Here is the sentiment wrap-up for a week that saw new yearly highs:
Dow 10,000
Yes, the Dow Jones reached and surpassed the magically round number 10,000. But in case you were too busy to count, this is for the 26th time it has done so in the past 10 years. So that means we’ve had about 10 years of zero returns (excluding dividends and inflation). Those specialty party hats the NYSE hands out are well worn by now and no one really knows what we’re supposed to be celebrating.
Sentiment Surveys
Turning out attention to the AAII weekly sentiment survey, we find a large jump in optimism among retail US investors. This week 47% are bullish - a jump of 12% points from last week. In contrast there are 34% bears (a drop of 7% points). Usually this survey gets my attention anytime a particular camp has majority. We’re not there yet, but this is mighty close.

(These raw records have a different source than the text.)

#[cfg(test)]
mod tests {
    use super::*;

    /// Isotropic stiffness in a convention's Voigt form (column-major): Mandel 3κ P_vol +
    /// 2μ P_dev, turned into the routine's form by the convention.
    fn isotropic(conv: &Convention, lambda: f64, mu: f64) -> Vec<f64> {
        let n = conv.ncomp();
        let mut t = vec![0.0; n * n];
        for (i, ci) in conv.order().iter().enumerate() {
            for (j, cj) in conv.order().iter().enumerate() {
                t[i + j * n] = match (ci.is_shear(), cj.is_shear()) {
                    (false, false) => lambda + if i == j { 2.0 * mu } else { 0.0 },
                    (true, true) if i == j => 2.0 * mu,
                    _ => 0.0,
                };
            }
        }
        conv.tangent_from_mandel(&mut t);
        t
    }

    fn conv(labels: &[&str], shear: ShearMeasure) -> Convention {
        let kind = if labels.len() == 6 { PointKind::Solid3d } else { PointKind::PlaneStrain };
        Convention::from_labels(kind, labels, shear).unwrap()
    }

    const DEFAULT: [&str; 6] = ["11", "22", "33", "23", "13", "12"];

    // λ, μ of steel, E = 200 GPa, ν = 0.3: λ = Eν/((1+ν)(1−2ν)), μ = E/(2(1+ν)).
    const LAMBDA: f64 = 115384.61538461539;
    const MU: f64 = 76923.07692307692;

    #[test]
    fn an_isotropic_response_behaves_as_declared() {
        for shear in [ShearMeasure::Engineering, ShearMeasure::Tensor] {
            let c = conv(&DEFAULT, shear);
            let f = analyse(&c, &isotropic(&c, LAMBDA, MU), DEFAULT_TOL);
            assert!(matches!(f, Finding::AsDeclared { .. }), "{f:?}");
        }
    }

    #[test]
    fn a_wrong_shear_measure_is_named() {
        // The routine uses tensor shear; the manifest declares engineering.
        let actual = conv(&DEFAULT, ShearMeasure::Tensor);
        let declared = conv(&DEFAULT, ShearMeasure::Engineering);
        let f = analyse(&declared, &isotropic(&actual, LAMBDA, MU), DEFAULT_TOL);
        let Finding::Other { behaves, .. } = &f else { panic!("{f:?}") };
        assert_eq!(behaves.shear, ShearMeasure::Tensor);
        assert_eq!(behaves.order, declared.order(), "the closest order: the declared one");
        assert!(f.sentence().contains("with tensor shear; the manifest declares"), "{}", f.sentence());
    }

    #[test]
    fn a_normal_and_shear_slot_swapped_is_named() {
        // Plane strain in 11 22 12 33 declared as the default 11 22 33 12.
        let actual = conv(&["11", "22", "12", "33"], ShearMeasure::Engineering);
        let declared = conv(&["11", "22", "33", "12"], ShearMeasure::Engineering);
        let f = analyse(&declared, &isotropic(&actual, LAMBDA, MU), DEFAULT_TOL);
        let Finding::Other { behaves, .. } = &f else { panic!("{f:?}") };
        assert_eq!(behaves.order, actual.order());
        assert_eq!(behaves.shear, ShearMeasure::Engineering);
        assert!(
            f.sentence().starts_with("behaves as order 11 22 12 33 with engineering shear"),
            "{}",
            f.sentence()
        );
    }

    #[test]
    fn shear_orders_among_themselves_make_no_difference_to_an_isotropic_response() {
        let actual = conv(&["11", "22", "33", "12", "13", "23"], ShearMeasure::Engineering);
        let declared = conv(&DEFAULT, ShearMeasure::Engineering);
        let f = analyse(&declared, &isotropic(&actual, LAMBDA, MU), DEFAULT_TOL);
        assert!(matches!(f, Finding::AsDeclared { .. }), "{f:?}");
        assert!(f.sentence().contains("makes no difference"), "{}", f.sentence());
    }

    /// An orthotropic-like stiffness with normal/shear coupling: an isotropic one plus a
    /// symmetric positive coupling between 11 and 12 (Mandel), as a rotated orthotropic
    /// material has.
    fn coupled(conv: &Convention) -> Vec<f64> {
        let n = conv.ncomp();
        let mut t = isotropic(conv, LAMBDA, MU);
        conv.tangent_to_mandel(&mut t);
        let (p, q) = (conv.position(Component::C11).unwrap(), conv.position(Component::C12).unwrap());
        t[p + q * n] += 0.2 * MU;
        t[q + p * n] += 0.2 * MU;
        t[p + p * n] += 0.5 * MU;
        conv.tangent_from_mandel(&mut t);
        t
    }

    #[test]
    fn an_anisotropic_response_tells_the_shear_measure_only_through_its_coupling() {
        let actual = conv(&DEFAULT, ShearMeasure::Tensor);
        let declared = conv(&DEFAULT, ShearMeasure::Engineering);
        let f = analyse(&declared, &coupled(&actual), DEFAULT_TOL);
        let Finding::Other { behaves, .. } = &f else { panic!("{f:?}") };
        assert_eq!(behaves.shear, ShearMeasure::Tensor);
        let f = analyse(&actual, &coupled(&actual), DEFAULT_TOL);
        assert!(matches!(f, Finding::AsDeclared { .. }), "{f:?}");
        // Engineering shear, declared so: symmetric in every choice of shear slots, so the
        // measure is confirmed and the order is said to be unknown.
        let f = analyse(&declared, &coupled(&declared), DEFAULT_TOL);
        assert!(matches!(f, Finding::AsDeclared { .. }), "{f:?}");
        assert!(f.sentence().contains("cannot be told"), "{}", f.sentence());
        // Engineering shear declared as tensor: named.
        let f = analyse(&actual, &coupled(&declared), DEFAULT_TOL);
        let Finding::Other { behaves, .. } = &f else { panic!("{f:?}") };
        assert_eq!(behaves.shear, ShearMeasure::Engineering);

        // Without coupling (axes along the global ones) it cannot tell.
        let mut t = isotropic(&actual, LAMBDA, MU);
        t[0] *= 1.5;
        let f = analyse(&declared, &t, DEFAULT_TOL);
        assert!(matches!(f, Finding::Inconclusive { .. }), "{f:?}");
    }

    #[test]
    fn cohesive_and_uniaxial_points_are_not_applicable() {
        let c = Convention::new(PointKind::Cohesive3d, ShearMeasure::Engineering);
        assert!(matches!(
            analyse(&c, &[1.0, 0.0, 0.0, 0.0, 1.0, 0.0, 0.0, 0.0, 1.0], 1e-6),
            Finding::NotApplicable { .. }
        ));
        let c = Convention::new(PointKind::Uniaxial, ShearMeasure::Engineering);
        assert!(matches!(analyse(&c, &[1.0], 1e-6), Finding::NotApplicable { .. }));
    }

    #[test]
    fn one_reading_per_choice_of_shear_slots() {
        let r = readings(PointKind::Solid3d.default_components());
        assert_eq!(r.len(), 20, "6 choose 3");
        assert_eq!(r.iter().filter(|o| o.as_slice() == PointKind::Solid3d.default_components()).count(), 1);
        assert_eq!(readings(PointKind::PlaneStrain.default_components()).len(), 4);
        let swapped = readings(&[Component::C11, Component::C22, Component::C33, Component::C12]);
        assert!(swapped.contains(&vec![Component::C11, Component::C22, Component::C12, Component::C33]));
    }
}
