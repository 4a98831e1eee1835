//! Probes: checks of a routine beyond the tangent, each in its own file, each declaring what
//! it needs ([`Needs`]). The suite runner checks the needs against the routine's declared
//! capabilities, the point and the suite entry, and writes the skip reason. A probe walks the
//! suite's path (or makes calls of its own around it) and returns a [`ProbeResult`]; at each
//! increment it gets its own copy of the walk's driver, so it cannot leave state behind.

use serde::{Deserialize, Serialize};

use crate::check::held_components;
use crate::convention::PointKind;
use crate::driver::{Driver, PointState};
use crate::error::CoreError;
use crate::mixed;
use crate::path::Path;
use crate::routine::{Caller, Capabilities, Fault, RoutineInfo};
use crate::settings::Settings;

pub mod conventions;
pub mod determinism;
pub mod energy;
pub mod frame;
pub mod hidden_state;
pub mod immutability;
pub mod irreversibility;
pub mod newton;
pub mod refinement;
pub mod regularisation;
pub mod snap_back;
pub mod softening;
pub mod stability;
pub mod symmetry;
pub mod tangent;
pub mod viscous_limit;
pub mod zero_increment;
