impl Probe for Energy {
    fn name(&self) -> &'static str {
        "energy"
    }
    fn needs(&self) -> Needs {
        // The energy outputs are read where a call fills them in (Outcome::provides); the
        // stress-update parts run without them.
        Needs::empty()
    }
    fn run(&self, caller: &mut Caller<'_>, env: &ProbeEnv<'_>) -> Result<ProbeResult, CoreError> {
        let info = caller.info().clone();
        let conv = info.convention.clone();
        let w: Vec<f64> = conv
            .order()
            .iter()
            .map(|c| if c.is_shear() && conv.shear() == ShearMeasure::Tensor { 2.0 } else { 1.0 })
            .collect();
        let mut details = Vec::new();
        let mut fail: Option<(usize, String)> = None;

        // 1. The closed elastic cycle from the start state. It must stay elastic: when a state
        // variable changes on the way (a stiff law whose elastic range is smaller than the
        // amplitude, e.g. a cohesive penalty of 1e8 N/mm³ with onset below 1e-6 mm), the
        // amplitude is cut by 10 and the cycle run again, up to 8 times.
        let asked = env.spec.amplitude.unwrap_or(1e-5);
        let mut a = asked;
        let mut cycle = 0.0;
        let mut elastic = false;
        let mut own_start = None;
        let mut pair = ("", "");
        for _ in 0..=8 {
            match closed_cycles(caller, &info, env, &w, a) {
                Err(f) => {
                    return Ok(super::faulted_in(
                        "energy",
                        "in the closed elastic cycle from the start state",
                        &f,
                    ))
                }
                Ok(c) => {
                    cycle = c.net;
                    elastic = c.elastic;
                    own_start = c.own_start;
                    pair = c.pair;
                }
            }
            if elastic {
                break;
            }
            a /= 10.0;
        }
        if !elastic {
            a *= 10.0;
        }
        if let Some(largest) = own_start {
            details.push(format!(
                "the start stress given is zero, and a zero increment from the start gives another (largest \
                 entry {largest:.3e}): the cycle starts from the routine's own stress at the start (a total-form \
                 law away from its reference temperature holds a thermal stress there; see the zero-increment \
                 probe)"
            ));
        }
        if elastic {
            let loops = if pair.0.is_empty() {
                "one component: no loop to close".to_string()
            } else {
                format!("a loop in every pair of components, the most in {} and {}", pair.0, pair.1)
            };
            details.push(format!(
                "closed elastic cycles of amplitude {a:.3e}{} ({loops}): net work {cycle:.2e} of the work done",
                if a != asked {
                    format!(" (cut from {asked:.3e} so that the state variables stay put)")
                } else {
                    String::new()
                }
            ));
            // Why 1e-10: the trapezoid rule is exact for a linear response, so only rounding of
            // the sums (well under 1e-12 of the work) is left; 1e-10 keeps a margin of 100.
            if cycle > 1e-10 {
                fail = Some((
                    0,
                    format!(
                        "a closed elastic cycle in {} and {} does net work {cycle:.2e} of the work done on the way: \
                         the stress is no derivative of a stored energy (a coupling of the two that is not \
                         mutual; the symmetry probe shows the tangent's unsymmetric part)",
                        pair.0, pair.1
                    ),
                ));
            }
        } else {
            details.push(format!(
                "the state variables changed at every amplitude down to {a:.3e} (from {asked:.3e}): no closed \
                 cycle is elastic here, and the net work of one is not checked"
            ));
        }

        // 2 and 3. Along the path.
        let tol = env.spec.tol.unwrap_or(1e-4);
        let mut reports = true;
        let mut prev_diss: Option<f64> = None;
        let mut prev_stored: Option<f64> = None;
        let mut worst_balance = 0.0f64;
        let mut scale = 0.0f64;
        // For the plot: the work done along the path beside the reported stored and dissipated
        // energies: in each increment whose balance is judged the work the balance used
        // (Simpson's rule within the increment), elsewhere the trapezoid rule (no extra calls).
        // The trapezoid rule alone drew a gap of 1.5 % on a routine whose balance held to
        // 1e-10 (a user-style sweep).
        let (mut work, mut work_curve, mut stored_curve, mut diss_curve) =
            (0.0, Vec::new(), Vec::new(), Vec::new());
        let walked = walk(caller, env, |k, d, c| {
            let trapezoid =
                0.5 * (dot(&w, &d.start().stress, d.dstrain()) + dot(&w, &d.base.stress, d.dstrain()));
            if !d.base.outcome.provides(provides::ENERGY) {
                work += trapezoid;
                work_curve.push([k as f64, work]);
                reports = false;
                return Ok(());
            }
            let (stored, diss) = (d.base.energy[0], d.base.energy[1]);
            stored_curve.push([k as f64, stored]);
            diss_curve.push([k as f64, diss]);
            scale = scale.max(stored.abs()).max(diss.abs());
            if let Some(p) = prev_diss {
                // Why 1e-12 of the energy scale: rounding of a sum of energies; a real decrease
                // of dissipation is far larger.
                if diss < p - 1e-12 * scale.max(1e-300) && fail.is_none() {
                    fail = Some((
                        k,
                        format!("the dissipated energy decreases at increment {k}: {p:e} to {diss:e}"),
                    ));
                }
            }
            // The balance holds for isothermal increments; heating changes the stored energy
            // without mechanical work.
            let mut increment_work = trapezoid;
            if env.spec.runs_at(k) && d.dtemp() == 0.0 {
                if let (Some(s0), Some(d0)) = (prev_stored, prev_diss) {
                    let change = stored - s0 + diss - d0;
                    increment_work = work_along(d, c, &w, 16)?;
                    let mut bal = (change - increment_work).abs();
                    // Simpson's rule over a kink inside the increment (yield, damage onset)
                    // converges only as the square of the interval: look again with finer ones
                    // before calling a mismatch.
                    if bal > 0.1 * tol * scale {
                        increment_work = work_along(d, c, &w, 256)?;
                        bal = (change - increment_work).abs();
                    }
                    worst_balance = worst_balance.max(bal);
                }
            }
            work += increment_work;
            work_curve.push([k as f64, work]);
            prev_diss = Some(diss);
            prev_stored = Some(stored);
            Ok(())
        });
        if let Err((k, f)) = walked {
            return Ok(faulted("energy", k, &f));
        }
        if reports {
            let rel = worst_balance / scale.max(1e-300);
            details.push(format!(
                "energy balance ΔΨ + ΔD = ∫σ·dε: worst mismatch {rel:.2e} of the energy scale"
            ));
            if rel > tol && fail.is_none() {
                fail = Some((
                    0,
                    format!("reported energies disagree with the work by {rel:.2e} of the energy scale"),
                ));
            }
        } else {
            details
                .push("the routine reports no energies: dissipation and energy balance not checked".into());
        }
        let mut r = match &fail {
            None => ProbeResult::new("energy", ProbeStatus::Pass, {
                // A cycle that never stayed elastic was not judged: the summary says so
                // instead of quoting its net work.
                let closed = if elastic {
                    format!("closed cycle {cycle:.1e}")
                } else {
                    "no elastic cycle to close".into()
                };
                if reports {
                    format!("{closed}; dissipation never negative; energies match the work")
                } else {
                    format!("{closed}; no energies reported (dissipation not checked)")
                }
            }),
            Some((k, why)) => {
                let mut r = ProbeResult::new("energy", ProbeStatus::Fail, why.clone());
                r.increment = (*k > 0).then_some(*k);
                r
            }
        };
        r.value = Some(cycle);
        r.details = details;
        let curve = |name: &str, points: Vec<[f64; 2]>| super::ProbeSeries {
            name: name.into(),
            x: "increment".into(),
            y: "energy per unit volume".into(),
            log_y: false,
            points,
        };
        if reports && !stored_curve.is_empty() && !work_curve.is_empty() {
            // The start energies are not reported: match the sum to the work at increment 1.
            let offset = work_curve[0][1] - stored_curve[0][1] - diss_curve[0][1];
            let total: Vec<[f64; 2]> =
                stored_curve.iter().zip(&diss_curve).map(|(s, d)| [s[0], s[1] + d[1] + offset]).collect();
            r.series.push(curve("Ψ + D reported (matched to the work at increment 1)", total));
            r.series.push(curve("dissipated D reported", diss_curve));
        }
        r.series.push(curve(
            "work ∫σ·dε (as the balance is judged: Simpson's rule within each increment)",
            work_curve,
        ));
        Ok(r)
    }
}
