//! The determinism probe: the same call twice gives bit-identical stress, state and tangent.

use super::Needs;
use super::{faulted, walk, Probe, ProbeEnv, ProbeResult, ProbeStatus};
use crate::error::CoreError;
use crate::routine::Caller;

pub struct Determinism;

impl Probe for Determinism {
    fn name(&self) -> &'static str {
        "determinism"
    }
    fn needs(&self) -> Needs {
        Needs::empty()
    }
    fn run(&self, caller: &mut Caller<'_>, env: &ProbeEnv<'_>) -> Result<ProbeResult, CoreError> {
        let mut first_diff = None;
        let walked = walk(caller, env, |k, d, c| {
            if !env.spec.runs_at(k) || first_diff.is_some() {
                return Ok(());
            }
            let a = (d.base.stress.clone(), d.base.state.clone(), d.base.tangent.clone());
            d.base_call(c)?;
            let same = |x: &[f64], y: &[f64]| x.iter().zip(y).all(|(p, q)| p.to_bits() == q.to_bits());
            if !(same(&a.0, &d.base.stress) && same(&a.1, &d.base.state) && same(&a.2, &d.base.tangent)) {
                first_diff = Some(k);
            }
            Ok(())
        });
        if let Err((k, f)) = walked {
            return Ok(faulted("determinism", k, &f));
        }
        Ok(match first_diff {
            None => ProbeResult::new(
                "determinism",
                ProbeStatus::Pass,
                "the same call twice gives bit-identical results",
            ),
            Some(k) => {
                let mut r = ProbeResult::new(
                    "determinism",
                    ProbeStatus::Fail,
                    format!("the same call twice gives different results at increment {k} (saved variables, uninitialised memory?)"),
                );
                r.increment = Some(k);
                r
            }
        })
    }
}
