//! The increment-refinement probe: each increment split into 2, 4, … sub-increments from the
//! same start. The end stress must change by shrinking amounts as the subdivision grows (an
//! integration scheme that converges); the observed order log₂(e_m / e_2m), with e_m the
//! change from m to 2m sub-increments, is reported (about 1 for backward Euler, and the
//! changes are at rounding level for a path-independent law).
//!
//! The changes may rise before they shrink: a rate-dependent point unloading from an
//! overstress relaxes in the first sub-increments of a step that is elastic as a whole, and
//! the relaxation they resolve grows before it converges (a sweep's viscoplastic J2: changes
//! 8.8e-4, 2.7e-3, 1.9e-3 at 2, 4, 8 sub-increments, converging at first order from about 16).
//! Where they have not shrunk twice in a row by the subdivision asked for, the probe goes on
//! doubling up to [`EXTENDED`] sub-increments and judges the last changes: an update that does
//! not converge (a fixed amount per call, not per unit of strain or time) never shrinks.

use super::Needs;
use super::{faulted, walk, Probe, ProbeEnv, ProbeResult, ProbeStatus};
use crate::driver::Driver;
use crate::error::CoreError;
use crate::routine::{Caller, Fault};

pub struct Refinement;

/// Most sub-increments the probe goes to when the changes have not yet shrunk twice in a row.
const EXTENDED: usize = 256;

/// Whether a change shrank from `a` to `b`: below the rounding floor, or by more than 5 %.
fn shrank(a: f64, b: f64, floor: f64) -> bool {
    b <= floor || b < a / 1.05
}

/// The changes shrank at their last two doublings (or have only one, shrunk, so far).
fn settled(changes: &[f64], floor: f64) -> bool {
    let n = changes.len();
    n >= 3 && shrank(changes[n - 3], changes[n - 2], floor) && shrank(changes[n - 2], changes[n - 1], floor)
}

fn end_stress(d: &Driver, c: &mut Caller<'_>, m: usize) -> Result<Vec<f64>, Fault> {
    let mut sub = d.clone();
    let part: Vec<f64> = d.dstrain().iter().map(|x| x / m as f64).collect();
    let dtemp = d.dtemp() / m as f64;
    // Each sub-increment takes its share of the time too, so rates stay those of the path.
    sub.set_dtime_keep_count(d.dtime() / m as f64);
    for _ in 0..m {
        sub.set_increment_keep_count(&part, dtemp);
        sub.base_call(c)?;
        sub.advance();
    }
    Ok(sub.start().stress.clone())
}

impl Probe for Refinement {
    fn name(&self) -> &'static str {
        "refinement"
    }
    fn needs(&self) -> Needs {
        Needs::empty()
    }
    fn run(&self, caller: &mut Caller<'_>, env: &ProbeEnv<'_>) -> Result<ProbeResult, CoreError> {
        let max_m = env.spec.subdivisions.unwrap_or(8).max(4);
        let floor = env.spec.tol.unwrap_or(1e-12);
        let mut orders = Vec::new();
        let mut bad: Option<(usize, Vec<f64>)> = None;
        // The first increment whose changes rose and were followed past the subdivision asked.
        let mut extended: Option<(usize, Vec<f64>)> = None;
        let walked = walk(caller, env, |k, d, c| {
            if !env.spec.runs_at(k) || bad.is_some() {
                return Ok(());
            }
            let scale = d.base.stress.iter().fold(1.0f64, |a, s| a.max(s.abs()));
            let mut prev = d.base.stress.clone();
            let mut changes = Vec::new();
            let mut m = 2;
            loop {
                let s = end_stress(d, c, m)?;
                // A stress that is not finite is a change no subdivision can shrink.
                let e = if s.iter().chain(&prev).all(|x| x.is_finite()) {
                    s.iter().zip(&prev).fold(0.0f64, |a, (x, y)| a.max((x - y).abs())) / scale
                } else {
                    f64::INFINITY
                };
                changes.push(e);
                prev = s;
                m *= 2;
                // Changes must shrink once above the rounding floor. A change that rises from
                // rounding level is no divergence: a one-step update exact for this increment
                // (radial return under proportional loading) changes only once the
                // sub-increment boundaries split a kink such as the yield point. One that
                // rises above it may still be before the converging range: go on doubling.
                let rose = changes.windows(2).any(|w| w[0] > floor && w[1] > 1.05 * w[0]);
                if !e.is_finite()
                    || m > EXTENDED.max(max_m)
                    || (m > max_m && (!rose || settled(&changes, floor)))
                {
                    break;
                }
            }
            let rose = changes.windows(2).any(|w| w[0] > floor && w[1] > 1.05 * w[0]);
            if changes.iter().any(|c| !c.is_finite()) || (rose && !settled(&changes, floor)) {
                bad = Some((k, changes.clone()));
            } else if rose && (1usize << changes.len()) > max_m && extended.is_none() {
                extended = Some((k, changes.clone()));
            }
            // The order from the doublings after the last rise (the converging range).
            let from =
                changes.windows(2).rposition(|w| w[0] > floor && w[1] > 1.05 * w[0]).map_or(0, |i| i + 1);
            for w in changes[from..].windows(2) {
                if w[0] > floor && w[1] > floor {
                    orders.push((w[0] / w[1]).log2());
                }
            }
            // The restored base call for the walk to advance from.
            d.base_call(c)
        });
        if let Err((k, f)) = walked {
            return Ok(faulted("refinement", k, &f));
        }
        let order = if orders.is_empty() {
            None
        } else {
            let mut o = orders.clone();
            o.sort_by(f64::total_cmp);
            Some(o[o.len() / 2])
        };
        Ok(match bad {
            None => {
                let mut r = ProbeResult::new(
                    "refinement",
                    ProbeStatus::Pass,
                    match order {
                        Some(p) => format!(
                            "sub-increments change the stress by shrinking amounts, observed order {p:.2}"
                        ),
                        None => {
                            "sub-increments change the stress only at rounding level (path-independent here)"
                                .to_string()
                        }
                    },
                );
                r.value = order;
                if let Some((k, ch)) = extended {
                    r.details.push(format!(
                        "at increment {k} the changes rose before they shrank and were followed to {} sub-increments: {}",
                        1usize << ch.len(),
                        ch.iter().map(|c| format!("{c:.2e}")).collect::<Vec<_>>().join(", ")
                    ));
                }
                r
            }
            Some((k, ch)) => {
                let mut r = ProbeResult::new(
                    "refinement",
                    ProbeStatus::Fail,
                    format!(
                        "at increment {k} subdividing does not converge: changes {ch:?} (from 1 to 2 up to {} sub-increments)",
                        1usize << ch.len()
                    ),
                );
                r.increment = Some(k);
                r
            }
        })
    }
}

While you will most likely interpret this lopsided survey result to be contrarian bearish, keep in mind that the previous time we saw the bullish ratio this high was a few months ago in July 2009. As the chart shows, the S&P 500 index shrugged off any suggestions of ‘too much optimism’ and barreled ahead gaining 150 points. If I were relying on just the AAII survey, ideally I’d like to wait for the bulls to get to 50% or more before being confident about it tripping up the market.
Investors Intelligence
While the AAII bulls took the reins this week, the weekly survey from ChartCraft measuring the stock newsletter editors sentiment has been dominated by the bulls for a few months now. This week was no exception as the Investors Intelligence indicator came in with 47.2% bulls and only 26.4% bears. So this isn’t all that helpful because while II has been stuck showing about twice as many bulls as bears, the market has continued to rise.
National Federation of Independent Business
The monthly NFIB survey results show September inched ahead at 88.8 - which is pretty unimpressive since it isn’t even higher than the results in May (88.9). As well, 6 of the 10 sub-components were either down or flat suggesting that the tiny improvement came from a narrow contribution.
The details of the NFIB survey show the huge disconnect between Wall St. which has enjoyed a 60% rally and an attitude of ‘back to business as usual’ (with bigger than ever bonuses) and Main St. which is still struggling with a very weak economy. Small US businesses are not ready to build up inventories, nor are they planning on expanding capex spending, nor are they hiring, nor are they expecting credit conditions to ease. Small business in America is referred to as the engine of the economy but it has been neglected while ‘too big to fail’ banks and investment houses become even bigger and received billions of dollars from the government.
Option Traders
The sentiment in the option pits continues to be very very bullish. While some of the penchant for calls can be attributed to the stock replacement strategy, I don’t think that explains enough to discount the alarming extent of the skew.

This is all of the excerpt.